Four years later, I'm arranging another trip into a city and shooting for the same goalpost. Working, as well as I can, toward long-term fulfillment. But this is a game that requires patience, and even if I'm chosen it could be more than a year before I learn of it. So other arrangements have to be made in the meantime. Other possibilities weighed.
And then there's just the stuff going on with me, and figuring out the nature of who I am. Coming out on this blog eleven years ago felt emotionally wrenching, but compared to the dilemma facing me now it seems downright easy. I'm not going to elaborate at present because there's nothing to elaborate on, save uncertainty and confusion and a lot of heartache felt over a long time. But you should know that I'm working through some heavy-duty stuff. Trying to get to the bottom of who, exactly, lives in this head of mine. The summer maybe provided some insights.
Way back in January I was planning for a potential visit to a far-off tropical country, but when a number of things on that front fell through I took a hard turn north and wound up in a place I'd dreamed about going since I was twelve years old: Russia.
I had a summer off, a healthy bank account, a near-lifelong ambition, and career aspirations that might be helped by the trip, so I threw caution to the winds and hopped on a plane. There were so many surreal moments during this excursion. Seeing Saint Basil's for the first time, when it sneaked up on me from around a corner and brought tears to my eyes. Walking through an incandescent Red Square at night. Standing before the cavernous entry hall of Russia's largest university, then entering it as a student enrolled in the summer language program. Three weeks in Moscow flew.

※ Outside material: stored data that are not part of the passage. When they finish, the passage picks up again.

import { describe, expect, it } from 'vitest';
import { type Audit, auditEquation } from '../../src/audit/audit.ts';
import { contributionsOf } from '../../src/audit/contributions.ts';
import { plainReaction } from '../../src/balance/reaction.ts';
import { showRational } from '../../src/exact/rational.ts';
import { mediumRow } from '../../src/redox/media.ts';
import type { Medium } from '../../src/redox/medium.ts';
import type { Note } from '../../src/report/note.ts';
import { plainEquation, residualByHand } from '../support/plain.ts';

const audited = (text: string, medium?: Medium): { audit: Audit; notes: readonly Note[] } => {
  const result = auditEquation(plainEquation(text), medium);
  if (!result.ok) throw new Error(result.fault.message);
  return { audit: result.value, notes: result.notes };
};

const codes = (text: string, medium?: Medium): readonly string[] => audited(text, medium).notes.map(({ code }) => code);

const residual = (text: string): Record<string, string> =>
  Object.fromEntries([...audited(text).audit.residual].map(([label, value]) => [label, showRational(value)]));

const repairs = (text: string, medium?: Medium): readonly string[] =>
  audited(text, medium).audit.repairs.map(({ reaction }) => plainReaction(reaction));

const kinds = (text: string): readonly string[] => audited(text).audit.repairs.map(({ kind }) => kind);

const ACID = mediumRow('acid');
const BASE = mediumRow('base');
const NEUTRAL = mediumRow('neutral');

describe('the verdict', () => {
  it('leaves a balanced equation alone', () => {
    expect(audited('Fe^3+ + e^- -> Fe^2+').audit).toMatchObject({ verdict: 'balanced', dimension: 1, repairs: [] });
    expect(residual('Fe^3+ + e^- -> Fe^2+')).toEqual({});
  });

  it('gives the residual right minus left, zeros left out', () => {
    expect(residual('MnO4^- + 8 H^+ + 5 e^- -> Mn^2+ + 3 H2O')).toEqual({ O: '-1', H: '-2' });
    expect(residual('Fe^2+ -> Fe^3+')).toEqual({ charge: '1' });
  });

  it('keeps the ledger of both sides, the charge always in it', () => {
    const { ledger } = audited('2 H2 + O2 -> H2O').audit;
    const shown = [...ledger].map(([label, [left, right]]) => [label, showRational(left), showRational(right)]);
    expect(shown).toEqual([
      ['H', '4', '2'],
      ['O', '2', '1'],
      ['charge', '0', '0'],
    ]);
  });

  it('divides whole coefficients with a common factor, as the one repair', () => {
    const { audit, notes } = audited('2 Fe^3+ + 2 e^- -> 2 Fe^2+');
    expect(audit.verdict).toBe('not-lowest');
    expect(audit.repairs.map(({ kind, reaction }) => [kind, plainReaction(reaction)])).toEqual([
      ['lowest-terms', 'Fe^3+ + e^- -> Fe^2+'],
    ]);
    expect(audit.repairs[0]?.edits).toContainEqual({
      term: 'Fe^3+',
      from: '2',
      to: '1',
      text: '1 Fe^3+ instead of 2 on the left',
    });
    expect(notes.map(({ code }) => code)).toContain('common-factor');
  });

  it('accepts fractions that conserve, with a note, even with a common factor', () => {
    expect(audited('H2 + 1/2 O2 -> H2O').audit).toMatchObject({ verdict: 'balanced', repairs: [] });
    expect(codes('H2 + 1/2 O2 -> H2O')).toContain('fractions');
    expect(audited('3 H2 + 3/2 O2 -> 3 H2O').audit.verdict).toBe('balanced');
  });

  it('counts written species less the rank of elements and charge as the dimension', () => {
    // MnO4^-, H^+, e^-, Mn^2+, H2O against Mn, O, H and charge: 5 - 4
    expect(audited('MnO4^- + 8 H^+ + 5 e^- -> Mn^2+ + 4 H2O').audit.dimension).toBe(1);
    // without electrons the four are independent
    expect(audited('MnO4^- + 8 H^+ -> Mn^2+ + 4 H2O').audit.dimension).toBe(0);
    // six species against Mn, O, H and charge
    expect(audited('2 MnO4^- + 5 H2O2 + 6 H^+ -> 2 Mn^2+ + 8 H2O + 5 O2').audit.dimension).toBe(2);
    // water on both sides is one species
    expect(audited('H2O + H2 -> H2 + H2O').audit.dimension).toBe(0);
  });

  it('is exact beyond the whole numbers that floats hold', () => {
    expect(residual('90071992547409931 H2 + 45035996273704966 O2 -> 90071992547409931 H2O')).toEqual({ O: '-1' });
  });

  it('reads decimal subscripts exactly', () => {
    expect(residual('LiCoO2 -> Li0.65CoO2 + 0.35 Li^+ + 0.35 e^-')).toEqual({});
    expect(residual('LiCoO2 -> Li0.6CoO2 + 0.35 Li^+ + 0.35 e^-')).toEqual({ Li: '-1/20' });
  });

  it('tells what each term puts into the ledger', () => {
    const given = contributionsOf(plainEquation('MnO4^- + 8 H^+ -> Mn^2+'));
    const shown = given.map(({ species, side, amounts }) => [
      species.key,
      side,
      Object.fromEntries([...amounts].map(([label, value]) => [label, showRational(value)])),
    ]);
    expect(shown).toEqual([
      ['MnO4^-', 'left', { Mn: '1', O: '4', charge: '-1' }],
      ['H^+', 'left', { H: '8', charge: '8' }],
      ['Mn^2+', 'right', { Mn: '1', charge: '2' }],
    ]);
  });
});

describe('decimals', () => {
  it.each([
    ['H2 + 0.333 O2 -> 0.667 H2O', false],
    ['1/3 N2 + H2 -> 0.6667 NH3', true],
    ['0.3333 N2 + H2 -> 0.6667 NH3', true],
    ['0.333333333333333 N2 + H2 -> 0.666666666666667 NH3', true],
    ['0.666 Al + Cu^2+ -> 0.666 Al^3+ + Cu', true],
    ['H2 + 0.4 O2 -> H2O', false],
  ])('of %s miss by rounding only: %s', (text, rounded) => {
    expect(audited(text).audit.verdict).toBe('unbalanced');
    expect(codes(text).includes('rounding')).toBe(rounded);
    expect(kinds(text)[0] === 'rounding').toBe(rounded);
  });

  it('become exact numbers', () => {
    expect(repairs('0.3333 N2 + H2 -> 0.6667 NH3')[0]).toBe('1/3 N2 + H2 -> 2/3 NH3');
    expect(residual('0.333333333333333 N2 + H2 -> 0.666666666666667 NH3')).toEqual({
      N: '1/1000000000000000',
      H: '1/1000000000000000',
    });
    const told = (text: string) => audited(text).notes.find(({ code }) => code === 'rounding')?.message;
    expect(told('0.333333333333333 N2 + H2 -> 0.666666666666667 NH3')).toContain('off by 1e-15 N, 1e-15 H.');
    expect(told('0.3333 N2 + H2 -> 0.6667 NH3')).toContain('off by 1e-4 N, 1e-4 H.');
  });
});

describe('what else is wrong', () => {
  it('says that the ratio of two independent reactions is the choice of the writer', () => {
    expect(codes('2 MnO4^- + 7 H2O2 + 6 H^+ -> 2 Mn^2+ + 10 H2O + 6 O2')).toContain('not-unique');
    expect(codes('Fe^3+ + e^- -> Fe^2+')).not.toContain('not-unique');
  });

  it('says that an ion is foreign to the medium, and changes nothing for it', () => {
    const text = 'O2 + 4 H^+ + 4 e^- -> 2 H2O';
    expect(audited(text, BASE).audit).toMatchObject({ verdict: 'balanced', repairs: [] });
    expect(codes(text, BASE)).toContain('medium-clash');
    expect(codes(text, ACID)).not.toContain('medium-clash');
    expect(codes(text, NEUTRAL)).not.toContain('medium-clash');
    expect(codes('O2 + 2 H2O + 4 e^- -> 4 OH^-', ACID)).toContain('medium-clash');
  });

  it('never assumes a medium', () => {
    expect(codes('Cu^2+ + 2 e^- -> Cu')).toEqual([]);
    expect(codes('Fe^2+ -> Fe^3+')).toEqual([]);
  });

  it('says that H^+ and OH^- stand on one line', () => {
    expect(codes('H2O -> H^+ + OH^-')).toContain('medium-clash');
  });

  it('says that a species on both sides could be cancelled', () => {
    expect(codes('Zn + Cu^2+ + SO4^2- -> Zn^2+ + Cu + SO4^2-')).toContain('both-sides');
    expect(codes('Zn + Cu^2+ -> Zn^2+ + Cu')).not.toContain('both-sides');
  });

  it('says that electrons are left in an overall reaction', () => {
    expect(codes('Zn + 2 Cu^2+ + 2 e^- -> Zn^2+ + 2 Cu')).toContain('electrons-left');
    expect(codes('MnO4^- + 8 H^+ + 5 e^- -> Mn^2+ + 4 H2O')).not.toContain('electrons-left');
    // both Si and H change their numbers here, but nothing balances without electrons
    expect(codes('Si + 4 H^+ + 4 e^- -> SiH4')).not.toContain('electrons-left');
  });

  it('says that nothing is oxidised or reduced', () => {
    expect(codes('AgCl -> Ag^+ + Cl^-')).toContain('not-redox');
    expect(codes('Cl2 + 2 OH^- -> Cl^- + ClO^- + H2O')).not.toContain('not-redox');
    expect(codes('Zn + Cu^2+ -> Zn^2+ + Cu')).not.toContain('not-redox');
  });

  it('says that some states are missing, and that one species stands in two', () => {
    expect(codes('Zn(s) + Cu^2+(aq) -> Zn^2+(aq) + Cu')).toContain('state-missing');
    expect(codes('Zn(s) + Cu^2+(aq) -> Zn^2+(aq) + Cu(s)')).toEqual([]);
    expect(codes('2 H2(g) + O2(g) + H2O(l) -> 3 H2O(g)')).toContain('states-differ');
    expect(codes('Br2(l) -> Br2(aq)')).not.toContain('states-differ');
  });
});

describe('repairs', () => {
  it('say what to do, term by term', () => {
    const [first] = audited('MnO4^- + 8 H^+ + 5 e^- -> Mn^2+ + 3 H2O').audit.repairs;
    expect(first?.edits).toEqual([{ term: 'H2O', from: '3', to: '4', text: '4 H2O instead of 3 on the right' }]);
    expect(audited('Cu^2+ -> Cu + 2 e^-').audit.repairs[0]?.edits).toEqual([
      { term: 'e^-', from: 'right', to: 'left', text: 'move 2 e^- from the right to the left' },
    ]);
    expect(audited('Fe^2+ -> Fe^3+').audit.repairs[0]?.edits).toEqual([
      { term: 'e^-', from: '0', to: '1', text: 'add e^- on the right' },
    ]);
    expect(audited('Fe^3+ + e^- -> Fe^2+ + H2O').audit.repairs[0]?.edits).toEqual([
      { term: 'H2O', from: '1', to: '0', text: 'drop H2O on the right' },
    ]);
    expect(audited('Cr2O7^- + 14 H^+ + 6 e^- -> 2 Cr^3+ + 7 H2O').audit.repairs[0]?.edits).toEqual([
      { term: 'Cr2O7^-', from: 'Cr2O7^-', to: 'Cr2O7^2-', text: 'Cr2O7^2- instead of Cr2O7^- on the left' },
    ]);
  });

  it('keep the order of what was written, added helpers before the electrons', () => {
    expect(repairs('MnO4^- + 5 e^- -> Mn^2+ + 4 H2O')[0]).toBe('MnO4^- + 8 H^+ + 5 e^- -> Mn^2+ + 4 H2O');
    expect(repairs('2 e^- + Cu^2+ -> 2 Cu')[0]).toBe('2 e^- + Cu^2+ -> Cu');
  });

  it('change the fewest numbers, at the scale of the writer', () => {
    expect(repairs('4 H2 + 2 O2 -> 3 H2O')[0]).toBe('4 H2 + 2 O2 -> 4 H2O');
    expect(repairs('4 H2 + 2 O2 -> 3 H2O')).toContain('2 H2 + O2 -> 2 H2O');
    expect(repairs('H2 + 1/2 O2 -> 2 H2O')[0]).toBe('H2 + 1/2 O2 -> H2O');
  });

  it('bring no fractions where none were written', () => {
    expect(repairs('H2 + O2 -> H2O')[0]).toBe('2 H2 + O2 -> 2 H2O');
  });

  it('solve a skeleton without any number', () => {
    expect(repairs('MnO4^- + Fe^2+ + H^+ -> Mn^2+ + Fe^3+ + H2O')[0]).toBe(
      'MnO4^- + 5 Fe^2+ + 8 H^+ -> Mn^2+ + 5 Fe^3+ + 4 H2O',
    );
    expect(repairs('Cr2O7^2- + H^+ + e^- -> Cr^3+ + H2O')[0]).toBe('Cr2O7^2- + 14 H^+ + 6 e^- -> 2 Cr^3+ + 7 H2O');
  });

  it('never start with protons and electrons brought in together', () => {
    expect(repairs('Cr2O7^2- -> 2 Cr^3+')).toEqual([]);
    const { notes } = audited('Cr2O7^2- -> 2 Cr^3+');
    expect(notes.find(({ code }) => code === 'no-repair')?.message).toContain('balance nearly anything');
  });

  it('never start with a solution that leaves hardly a number standing', () => {
    // the planted slip is Fe^4+ for Fe^2+ twice over; what balances is far from what was written
    const text = '3 Fe^4+ + 2 Cr2O7^2- + 3 H^+ -> 3 Fe^3+ + 2 Cr^3+ + 2 H2O';
    const { audit } = audited(text);
    expect(audit.verdict).toBe('unbalanced');
    expect(audit.repairs[0]?.improbable ?? false).toBe(false);
  });

  it('say why there are none', () => {
    const { audit, notes } = audited('Zn + Cu^2+ -> Zn^2+ + H3PO4');
    expect(audit.repairs).toEqual([]);
    expect(notes.find(({ code }) => code === 'no-repair')?.message).toMatch(/stands on the (left|right) only/);
  });

  it('drop what stands on one side only and takes no part', () => {
    expect(repairs('Zn + Cu^2+ + SO4^2- -> Zn^2+ + Cu')[0]).toBe('Zn + Cu^2+ -> Zn^2+ + Cu');
    expect(repairs('Zn + Cu^2+ + 2 e^- -> Zn^2+ + Cu')[0]).toBe('Zn + Cu^2+ -> Zn^2+ + Cu');
  });

  it('keep states, also of a respelled species', () => {
    expect(repairs('Cr2O7^-(aq) + 14 H^+(aq) + 6 e^- -> 2 Cr^3+(aq) + 7 H2O(l)')[0]).toBe(
      'Cr2O7^2-(aq) + 14 H^+(aq) + 6 e^- -> 2 Cr^3+(aq) + 7 H2O(l)',
    );
  });

  it('give what they add a state where all the rest has one', () => {
    expect(repairs('MnO4^-(aq) + 5 e^- -> Mn^2+(aq) + 4 H2O(l)')[0]).toBe(
      'MnO4^-(aq) + 8 H^+(aq) + 5 e^- -> Mn^2+(aq) + 4 H2O(l)',
    );
    expect(repairs('O2(g) + 4 e^- -> 4 OH^-(aq)')[0]).toBe('O2(g) + 2 H2O(l) + 4 e^- -> 4 OH^-(aq)');
    expect(repairs('O2 + 4 e^- -> 4 OH^-(aq)')[0]).toBe('O2 + 2 H2O + 4 e^- -> 4 OH^-(aq)');
  });

  it('take helpers from the medium that was given, and from no other', () => {
    expect(repairs('MnO4^- + 3 e^- -> MnO2', BASE)[0]).toBe('MnO4^- + 2 H2O + 3 e^- -> MnO2 + 4 OH^-');
    expect(repairs('MnO4^- + 3 e^- -> MnO2', ACID)[0]).toBe('MnO4^- + 4 H^+ + 3 e^- -> MnO2 + 2 H2O');
  });

  it('show a tie as a tie', () => {
    expect(codes('MnO4^- + 3 e^- -> MnO2')).toContain('tie');
  });

  it('stay within bounds on long equations', () => {
    const metals = 'Li Na K Rb Cs Mg Ca Sr Ba Al Ga In Tl Sn Pb Sb Bi Cu Ag Au Zn Cd Hg'.split(' ');
    const long = `${metals.map((metal) => `2 ${metal}`).join(' + ')} -> ${metals.join(' + ')}`;
    const { audit, notes } = audited(long);
    expect(audit.verdict).toBe('unbalanced');
    expect(audit.repairs).toEqual([]);
    expect(notes.map(({ code }) => code)).toContain('no-repair');
  });

  it('conserve by a count of somebody else', () => {
    for (const text of ['MnO4^- + 3 e^- -> MnO2', 'Cu + 2 e^- -> Cu', 'Al + Cu^2+ -> Al^3+ + Cu']) {
      for (const repaired of repairs(text)) expect(residualByHand(repaired).size).toBe(0);
    }
  });
});

describe('what no chemist would write', () => {
  const brought = (text: string): readonly string[] =>
    audited(text).audit.repairs.flatMap(({ edits }) => edits.map(({ to }) => to));

  it('bears no charge that its atoms are not known to bear', () => {
    for (const text of ['O2 + 4 H^+ + 2 e^- -> 2 H2O', 'Na^+ -> Na + e^-', 'PbSO4 + e^- -> Pb + SO4^2-']) {
      expect(brought(text).filter((to) => /^(H2O\^|Na\^2\+|PbSO4\^)/.test(to))).toEqual([]);
    }
  });

  it('does not stand behind something sensible', () => {
    expect(repairs('Na^+ -> Na + e^-')).toEqual(['Na^+ + e^- -> Na']);
    expect(repairs('H2 + O2 -> H2O')).toEqual(['2 H2 + O2 -> 2 H2O', 'H2 + O2 -> H2O2']);
    expect(brought('Ag^+ + 2 e^- -> Ag')).not.toContain('Ag^-');
  });

  it('is no re-solve with numbers that grow over fourfold, while an ion is left that nobody knows', () => {
    const found = audited('Cl2 + OH^- -> Cl^- + ClO3^2- + H2O').audit.repairs;
    expect(found.map(({ reaction, improbable }) => [plainReaction(reaction), improbable])).toEqual([
      ['3 Cl2 + 6 OH^- -> 5 Cl^- + ClO3^- + 3 H2O', false],
      ['5 Cl2 + 12 OH^- -> 8 Cl^- + 2 ClO3^2- + 6 H2O', true],
    ]);
  });

  it('still gives the numbers of a complex that no table holds', () => {
    expect(repairs('Co(C3H8N2)3^3+ + H2O -> Co(C3H8N2)3^2+ + O2 + H^+')).toEqual([
      '4 Co(C3H8N2)3^3+ + 2 H2O -> 4 Co(C3H8N2)3^2+ + O2 + 4 H^+',
    ]);
  });

  it('does not say of several balances that a slip explains nothing', () => {
    const { audit, notes } = audited('H2O2 + MnO4^- + H^+ -> Mn^2+ + O2 + H2O');
    expect(audit.repairs).toEqual([]);
    expect(notes.find(({ code }) => code === 'no-repair')?.message).toContain('several balances');
  });

  it('spells a salt that a bracket is not needed in without it', () => {
    expect(repairs('AgNO3 + Cu -> Cu(NO3)3 + Ag')).toContain('AgNO3 + Cu -> CuNO3 + Ag');
    expect(repairs('C2H5OH + H2O -> CH3COOH + 3 H^+ + 4 e^-').filter((text) => text.includes('HO^-'))).toEqual([]);
  });
});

For the whole of this near-month I shared an airy, sun-soaked Moscow flat with two Americans, one pursuing a PhD and the other a cultural interest, who quickly became erstwhile friends. On our last day together, after many restaurants and study sessions and museums shared between us, we walked the shiny parquet floor and mused about the strange bond we'd formed.
"When I first met you I was a little bit wary," the 28-year-old PhD candidate, Radical Guy, confessed. "I thought, 'Okay, this is a roommate who's much more social than I am.' But it wound up being a good thing. You got us to do things we wouldn't have done otherwise."
"What do you mean?" I asked.
"Think about when we went out the other night."
It had been a fun evening, a social mishmash of young professors and international students who had as many reasons for being there as places they came from. Laughter and clinking glasses and halting Russian (quickly mocked in gleeful English) had formed a soundtrack to the gathering.
"Most of those people were there because of you," Radical Guy said. "Engineer Guy and I just kind of showed up. You've really been the social glue of our group."
It was one of the better compliments I've ever gotten, and it happened to be true.
Whatever you're supposed to do, I thought. Whoever you're supposed to be, you are not going to find that person in the middle of Alaska.
I need to find a therapist. I need to make some phone calls. And, in about a month, I need to board another plane, this one taking me to a long weekend and a job screening. Until then, I'm just hanging tight. Trying to be ready to take the right step at whatever juncture comes next.